### [INSTRUCTIONS FOR THE TASK]
Scan the data beneath this task and copy each line that includes "sequelize".

### [RECORDS FOR THIS EXERCISE]
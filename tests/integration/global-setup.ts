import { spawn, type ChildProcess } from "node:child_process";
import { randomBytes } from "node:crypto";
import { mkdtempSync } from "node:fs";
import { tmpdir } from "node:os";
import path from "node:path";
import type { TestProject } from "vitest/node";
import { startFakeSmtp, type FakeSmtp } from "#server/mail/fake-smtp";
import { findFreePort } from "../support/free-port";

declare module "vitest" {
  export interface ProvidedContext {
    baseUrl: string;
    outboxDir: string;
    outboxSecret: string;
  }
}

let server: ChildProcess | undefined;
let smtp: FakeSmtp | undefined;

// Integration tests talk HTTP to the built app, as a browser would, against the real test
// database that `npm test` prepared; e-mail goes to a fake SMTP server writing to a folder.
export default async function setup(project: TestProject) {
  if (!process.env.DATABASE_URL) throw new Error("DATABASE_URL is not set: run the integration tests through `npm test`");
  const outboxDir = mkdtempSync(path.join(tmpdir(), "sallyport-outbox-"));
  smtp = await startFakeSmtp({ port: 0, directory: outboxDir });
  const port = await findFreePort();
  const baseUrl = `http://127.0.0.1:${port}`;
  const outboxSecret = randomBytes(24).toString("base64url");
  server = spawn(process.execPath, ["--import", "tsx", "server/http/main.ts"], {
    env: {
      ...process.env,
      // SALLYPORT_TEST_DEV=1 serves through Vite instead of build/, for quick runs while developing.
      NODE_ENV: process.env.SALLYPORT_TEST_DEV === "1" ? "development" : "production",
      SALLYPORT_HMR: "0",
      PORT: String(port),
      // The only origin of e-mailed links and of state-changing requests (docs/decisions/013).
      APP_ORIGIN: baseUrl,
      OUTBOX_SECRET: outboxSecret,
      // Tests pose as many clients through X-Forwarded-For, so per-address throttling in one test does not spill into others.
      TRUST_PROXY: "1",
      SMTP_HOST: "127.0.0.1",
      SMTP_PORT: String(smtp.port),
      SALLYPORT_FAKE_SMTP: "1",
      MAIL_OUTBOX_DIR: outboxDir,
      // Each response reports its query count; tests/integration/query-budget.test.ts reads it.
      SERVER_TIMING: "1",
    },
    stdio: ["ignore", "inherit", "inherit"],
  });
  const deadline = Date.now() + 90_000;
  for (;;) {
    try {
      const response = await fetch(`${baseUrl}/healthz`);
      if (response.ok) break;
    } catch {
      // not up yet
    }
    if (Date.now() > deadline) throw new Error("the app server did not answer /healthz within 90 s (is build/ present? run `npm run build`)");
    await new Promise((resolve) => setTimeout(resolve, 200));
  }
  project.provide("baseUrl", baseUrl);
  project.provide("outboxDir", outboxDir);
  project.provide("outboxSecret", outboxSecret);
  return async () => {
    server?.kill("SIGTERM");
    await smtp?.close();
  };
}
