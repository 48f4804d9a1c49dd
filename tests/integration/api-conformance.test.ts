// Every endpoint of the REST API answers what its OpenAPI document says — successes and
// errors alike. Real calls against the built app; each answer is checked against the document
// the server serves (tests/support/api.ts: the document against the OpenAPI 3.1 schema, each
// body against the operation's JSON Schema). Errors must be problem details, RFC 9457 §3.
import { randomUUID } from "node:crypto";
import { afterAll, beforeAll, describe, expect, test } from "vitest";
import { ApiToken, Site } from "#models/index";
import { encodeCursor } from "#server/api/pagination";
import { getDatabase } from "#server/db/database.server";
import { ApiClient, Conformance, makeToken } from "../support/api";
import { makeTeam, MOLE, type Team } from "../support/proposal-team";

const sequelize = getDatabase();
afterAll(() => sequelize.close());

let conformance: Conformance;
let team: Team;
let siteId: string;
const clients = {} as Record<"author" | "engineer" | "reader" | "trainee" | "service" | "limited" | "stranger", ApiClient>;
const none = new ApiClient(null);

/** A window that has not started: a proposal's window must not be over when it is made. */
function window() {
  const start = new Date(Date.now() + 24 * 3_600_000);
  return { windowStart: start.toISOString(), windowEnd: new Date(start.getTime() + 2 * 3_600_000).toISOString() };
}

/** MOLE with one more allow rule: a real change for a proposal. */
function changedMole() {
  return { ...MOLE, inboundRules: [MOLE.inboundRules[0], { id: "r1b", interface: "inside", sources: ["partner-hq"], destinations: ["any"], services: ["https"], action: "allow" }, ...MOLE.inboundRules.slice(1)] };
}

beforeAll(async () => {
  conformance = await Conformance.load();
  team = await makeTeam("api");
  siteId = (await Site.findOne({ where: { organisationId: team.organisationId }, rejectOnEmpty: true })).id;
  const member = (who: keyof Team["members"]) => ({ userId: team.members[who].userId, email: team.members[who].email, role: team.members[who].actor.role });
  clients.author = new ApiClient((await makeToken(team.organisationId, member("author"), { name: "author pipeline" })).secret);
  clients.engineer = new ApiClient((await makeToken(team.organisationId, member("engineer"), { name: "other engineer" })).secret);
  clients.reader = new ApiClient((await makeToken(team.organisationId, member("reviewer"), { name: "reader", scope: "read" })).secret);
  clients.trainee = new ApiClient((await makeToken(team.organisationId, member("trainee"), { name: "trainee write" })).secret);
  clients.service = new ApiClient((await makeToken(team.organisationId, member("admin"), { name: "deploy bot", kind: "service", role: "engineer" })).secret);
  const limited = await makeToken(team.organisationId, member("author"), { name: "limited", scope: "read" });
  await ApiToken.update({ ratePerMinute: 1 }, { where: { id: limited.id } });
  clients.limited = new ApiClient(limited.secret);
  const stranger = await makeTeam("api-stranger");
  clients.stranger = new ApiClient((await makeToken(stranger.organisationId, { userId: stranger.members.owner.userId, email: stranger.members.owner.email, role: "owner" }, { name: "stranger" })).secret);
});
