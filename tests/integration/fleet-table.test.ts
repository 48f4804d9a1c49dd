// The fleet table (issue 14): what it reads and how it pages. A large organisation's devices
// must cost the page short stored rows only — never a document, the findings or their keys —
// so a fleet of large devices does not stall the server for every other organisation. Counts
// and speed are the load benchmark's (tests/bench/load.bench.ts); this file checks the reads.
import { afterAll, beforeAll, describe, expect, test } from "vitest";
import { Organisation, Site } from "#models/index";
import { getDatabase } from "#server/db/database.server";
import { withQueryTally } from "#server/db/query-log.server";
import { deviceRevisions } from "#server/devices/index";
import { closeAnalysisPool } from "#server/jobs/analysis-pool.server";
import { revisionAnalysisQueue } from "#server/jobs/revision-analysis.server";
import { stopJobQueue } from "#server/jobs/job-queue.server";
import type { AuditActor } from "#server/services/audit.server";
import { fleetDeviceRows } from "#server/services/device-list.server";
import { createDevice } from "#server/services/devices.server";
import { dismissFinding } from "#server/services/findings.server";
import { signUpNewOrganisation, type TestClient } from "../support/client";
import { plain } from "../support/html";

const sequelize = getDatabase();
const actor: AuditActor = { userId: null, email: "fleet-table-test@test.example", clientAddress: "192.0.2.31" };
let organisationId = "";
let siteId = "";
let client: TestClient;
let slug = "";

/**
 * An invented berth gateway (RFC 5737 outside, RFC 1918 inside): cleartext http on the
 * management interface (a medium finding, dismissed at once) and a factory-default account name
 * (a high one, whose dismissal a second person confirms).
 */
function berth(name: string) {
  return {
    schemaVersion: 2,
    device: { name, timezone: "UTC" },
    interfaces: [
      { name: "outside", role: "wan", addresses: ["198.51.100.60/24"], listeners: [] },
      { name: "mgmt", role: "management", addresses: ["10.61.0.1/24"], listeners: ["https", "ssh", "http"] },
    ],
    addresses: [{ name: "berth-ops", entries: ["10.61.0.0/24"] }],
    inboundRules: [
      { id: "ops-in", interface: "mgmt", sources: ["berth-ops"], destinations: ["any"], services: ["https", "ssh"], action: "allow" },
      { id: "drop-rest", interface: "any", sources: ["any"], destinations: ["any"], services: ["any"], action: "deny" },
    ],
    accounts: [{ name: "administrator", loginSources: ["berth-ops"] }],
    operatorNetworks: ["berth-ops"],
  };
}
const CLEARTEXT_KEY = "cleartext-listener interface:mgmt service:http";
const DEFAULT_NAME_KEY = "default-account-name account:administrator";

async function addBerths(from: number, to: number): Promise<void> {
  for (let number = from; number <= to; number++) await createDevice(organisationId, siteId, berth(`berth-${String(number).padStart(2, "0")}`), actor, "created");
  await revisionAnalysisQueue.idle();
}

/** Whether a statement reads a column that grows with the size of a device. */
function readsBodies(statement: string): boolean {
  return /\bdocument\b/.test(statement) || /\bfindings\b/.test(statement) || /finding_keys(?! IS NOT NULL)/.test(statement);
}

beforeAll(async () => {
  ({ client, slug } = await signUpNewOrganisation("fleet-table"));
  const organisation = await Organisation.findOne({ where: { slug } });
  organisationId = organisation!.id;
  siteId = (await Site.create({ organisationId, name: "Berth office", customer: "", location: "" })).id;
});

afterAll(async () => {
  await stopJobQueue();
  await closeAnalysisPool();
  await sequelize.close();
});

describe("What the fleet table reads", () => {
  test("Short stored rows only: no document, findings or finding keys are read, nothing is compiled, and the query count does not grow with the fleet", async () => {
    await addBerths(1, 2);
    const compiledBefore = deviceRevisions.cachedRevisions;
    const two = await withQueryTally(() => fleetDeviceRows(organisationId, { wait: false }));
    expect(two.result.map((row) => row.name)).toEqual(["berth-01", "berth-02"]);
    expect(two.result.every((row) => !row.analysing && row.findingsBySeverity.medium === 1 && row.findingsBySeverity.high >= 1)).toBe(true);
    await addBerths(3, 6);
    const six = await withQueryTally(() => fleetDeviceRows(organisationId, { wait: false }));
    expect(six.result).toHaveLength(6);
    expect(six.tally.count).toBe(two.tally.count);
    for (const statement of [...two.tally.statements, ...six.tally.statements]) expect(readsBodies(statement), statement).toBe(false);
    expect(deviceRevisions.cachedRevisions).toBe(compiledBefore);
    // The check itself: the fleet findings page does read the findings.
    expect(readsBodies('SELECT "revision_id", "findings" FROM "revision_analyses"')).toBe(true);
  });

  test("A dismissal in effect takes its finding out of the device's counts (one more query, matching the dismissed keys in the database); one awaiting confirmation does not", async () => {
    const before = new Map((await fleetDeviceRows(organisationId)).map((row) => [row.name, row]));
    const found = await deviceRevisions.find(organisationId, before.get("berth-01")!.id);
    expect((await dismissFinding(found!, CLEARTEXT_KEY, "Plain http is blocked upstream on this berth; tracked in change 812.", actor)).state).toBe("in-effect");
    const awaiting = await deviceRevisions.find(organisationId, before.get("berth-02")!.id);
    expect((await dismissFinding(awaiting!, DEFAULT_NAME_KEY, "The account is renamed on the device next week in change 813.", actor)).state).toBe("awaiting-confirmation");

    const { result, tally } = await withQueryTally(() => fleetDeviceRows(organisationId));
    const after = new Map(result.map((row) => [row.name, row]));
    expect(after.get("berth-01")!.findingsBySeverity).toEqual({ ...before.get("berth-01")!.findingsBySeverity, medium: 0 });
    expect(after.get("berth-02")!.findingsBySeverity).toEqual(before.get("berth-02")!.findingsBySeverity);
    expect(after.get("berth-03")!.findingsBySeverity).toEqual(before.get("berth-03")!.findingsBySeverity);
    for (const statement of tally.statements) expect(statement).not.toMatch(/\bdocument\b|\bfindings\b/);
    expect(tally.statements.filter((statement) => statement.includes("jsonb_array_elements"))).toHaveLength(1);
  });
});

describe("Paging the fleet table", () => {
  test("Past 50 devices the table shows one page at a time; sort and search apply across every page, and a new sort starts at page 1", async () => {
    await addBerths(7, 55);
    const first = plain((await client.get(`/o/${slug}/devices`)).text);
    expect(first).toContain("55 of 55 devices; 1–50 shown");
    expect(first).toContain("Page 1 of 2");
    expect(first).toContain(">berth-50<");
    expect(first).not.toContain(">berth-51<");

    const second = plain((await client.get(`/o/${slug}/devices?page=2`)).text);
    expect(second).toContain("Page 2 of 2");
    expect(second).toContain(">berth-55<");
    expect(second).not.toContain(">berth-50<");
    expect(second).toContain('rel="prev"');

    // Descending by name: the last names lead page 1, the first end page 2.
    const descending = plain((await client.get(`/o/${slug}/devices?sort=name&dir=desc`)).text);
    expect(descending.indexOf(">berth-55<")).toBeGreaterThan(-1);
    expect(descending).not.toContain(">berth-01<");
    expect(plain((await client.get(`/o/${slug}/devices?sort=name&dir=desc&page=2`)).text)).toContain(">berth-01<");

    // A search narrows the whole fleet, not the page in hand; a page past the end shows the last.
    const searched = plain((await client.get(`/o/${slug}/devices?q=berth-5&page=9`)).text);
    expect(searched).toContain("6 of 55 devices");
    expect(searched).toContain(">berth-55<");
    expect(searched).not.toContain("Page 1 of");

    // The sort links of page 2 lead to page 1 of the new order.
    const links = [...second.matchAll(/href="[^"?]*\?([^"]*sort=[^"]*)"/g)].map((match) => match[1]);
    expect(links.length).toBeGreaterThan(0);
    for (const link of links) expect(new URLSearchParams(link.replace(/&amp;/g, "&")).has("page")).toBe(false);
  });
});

### [SOLVED EXERCISE]
const sequelize = getDatabase();
afterAll(() => sequelize.close());
const sequelize = getDatabase();
  await sequelize.close();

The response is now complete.